6. Use grompp to prepare the system for gromacs: grompp -v -f FILE.mdp -c FILE.gro -p FILE.top -o FILE.tpr FILE.tpr is the system file to create which we use in the next step
-> commandline: grompp -v -f gromacs_AMBER03.mdp -c gromacs_AMBER03.gro -p gromacs_AMBER03.top -o gromacs_AMBER03.tpr
7. Now we minimize the system: mdrun -v -deffnm FILE
-> commandline: mdrun -f -deffnm gromacs_AMBER03
8. Analyze the minimization of the system with the following command: g_energy -f FILE.edr -o energy_1.xvg. Do the analysis for Bond, Angle and Potential. The xvg graphs can be viewed with xmgrace and in the print settings you can choose eps output, the print and convert to pdf.
Results
Mutation 1
The mutation is located at the metal-binding site of the protein. Only regarding this information, we would already suggests, that the mutation is non-neutral. However, we also want to integrate the other informations we have. The H-bond pattern changes and for SCWRL and FoldX, the mutated protein is more stable - i.e. has more free energy - than the wild type protein. For minimise, the wild type has more free energy. Summarizing, the location of the mutation and the changing H-bond pattern suggest, that this is a harmful mutation. The fold-changes in free energy are very low and thus give no striking evidence for one of the cases.

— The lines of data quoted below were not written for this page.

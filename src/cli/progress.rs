//! Progress on stderr for long work (`plan` with a large budget,
//! `timeline --recompute`, `advise` on a large incident): drawn only when
//! stderr is a terminal, never with `--json`, and only once the work has
//! run for about a second, so quick commands print nothing extra.

use indicatif::{ProgressBar, ProgressDrawTarget, ProgressStyle};
use std::io::IsTerminal;
use std::sync::Arc;
use std::sync::atomic::{AtomicBool, Ordering};
use std::thread::JoinHandle;
use std::time::{Duration, Instant};

/// How long work runs before its progress is shown.
const SHOW_AFTER: Duration = Duration::from_secs(1);

/// A progress bar or spinner on stderr; cleared when dropped.
pub struct Work {
    bar: ProgressBar,
    stop: Arc<AtomicBool>,
    reveal: Option<JoinHandle<()>>,
}

impl Work {
    /// A bar of `len` steps (`len` 0: a spinner) for `what`. `json`: the
    /// command prints JSON, so nothing is drawn.
    pub fn new(what: &str, len: u64, json: bool) -> Work {
        let bar =
            ProgressBar::with_draw_target((len > 0).then_some(len), ProgressDrawTarget::hidden());
        let style = if len > 0 {
            ProgressStyle::with_template(
                "{spinner} {msg} [{bar:20}] {pos}/{len} {elapsed}, ~{eta} left",
            )
        } else {
            ProgressStyle::with_template("{spinner} {msg} {elapsed}")
        };
        if let Ok(style) = style {
            bar.set_style(style.progress_chars("=> "));
        }
        bar.set_message(what.to_string());
        let stop = Arc::new(AtomicBool::new(false));
        let reveal = (!json && std::io::stderr().is_terminal()).then(|| {
            let (bar, stop) = (bar.clone(), stop.clone());
            std::thread::spawn(move || {
                let start = Instant::now();
                while start.elapsed() < SHOW_AFTER {
                    if stop.load(Ordering::Relaxed) {
                        return;
                    }
                    std::thread::sleep(Duration::from_millis(50));
                }
                if !stop.load(Ordering::Relaxed) {
                    bar.set_draw_target(ProgressDrawTarget::stderr());
                    bar.enable_steady_tick(Duration::from_millis(120));
                }
            })
        });
        Work { bar, stop, reveal }
    }

    /// A spinner for work whose length is not known.
    pub fn spinner(what: &str, json: bool) -> Work {
        Work::new(what, 0, json)
    }

    /// Replaces the text beside the spinner (e.g. the best so far).
    pub fn set_message(&self, msg: &str) {
        self.bar.set_message(msg.to_string());
    }

    pub fn inc(&self, n: u64) {
        self.bar.inc(n);
    }
}

impl Drop for Work {
    fn drop(&mut self) {
        self.stop.store(true, Ordering::Relaxed);
        if let Some(h) = self.reveal.take() {
            let _ = h.join();
        }
        self.bar.finish_and_clear();
    }
}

The mutation is indeed harmful.
Mutation 2
Mutation 2 is located near the active site and a substrate binding site in sequence as well as in structure. The H-bond pattern does not change, regarding the SCWRL mutagenesis analysis. Again the energy fold changes are very low and contradictory. SCWRL and FoldX assign a destabilizing effect, wehereas minimise assigns a stabilizing effect to the protein. As for mutation 1, we are again left to only consider ther location of the mutation and the H-bond pattern. However, in this case we cannot make a reliable guess, based on this information, although we would say that the location of the mutation could be an indicator, that it is non-neutral.
HGMD assigns a harmful effect to the mutation.
Mutation 3
The mutation is located near the active site and a substrate binding site in sequence as well as in structure. SCWRL and minimise predict again a slight stabilizing effect, whereas minimise predicts less free energy for the mutated protein. The SCWRL analysis predicts, that the H-bond pattern changes. Also here the changes in free energy predicted by the methods give no clear hint on the effect of the mutation. Again, we cannot make a reliable guess, based on this information, although we would say that the location of the mutation could be an indicator, that it is non-neutral.
HGMD assigns a harmful effect to the mutation.
Mutation 4
The mutation is at moderate distance to all important functional sites of the protein. The H-bond pattern changes and SCWRL and minimise predict a stabilizing effect and FoldX again a destabilizing. As the H-bond pattern changes it is likely that the local structure of the protein is altered. However, the mutation is not very near to any functional sites and thus this mutation might be harmless. But there is no striking evidence.
This mutation is taken from dbSNP and neutral.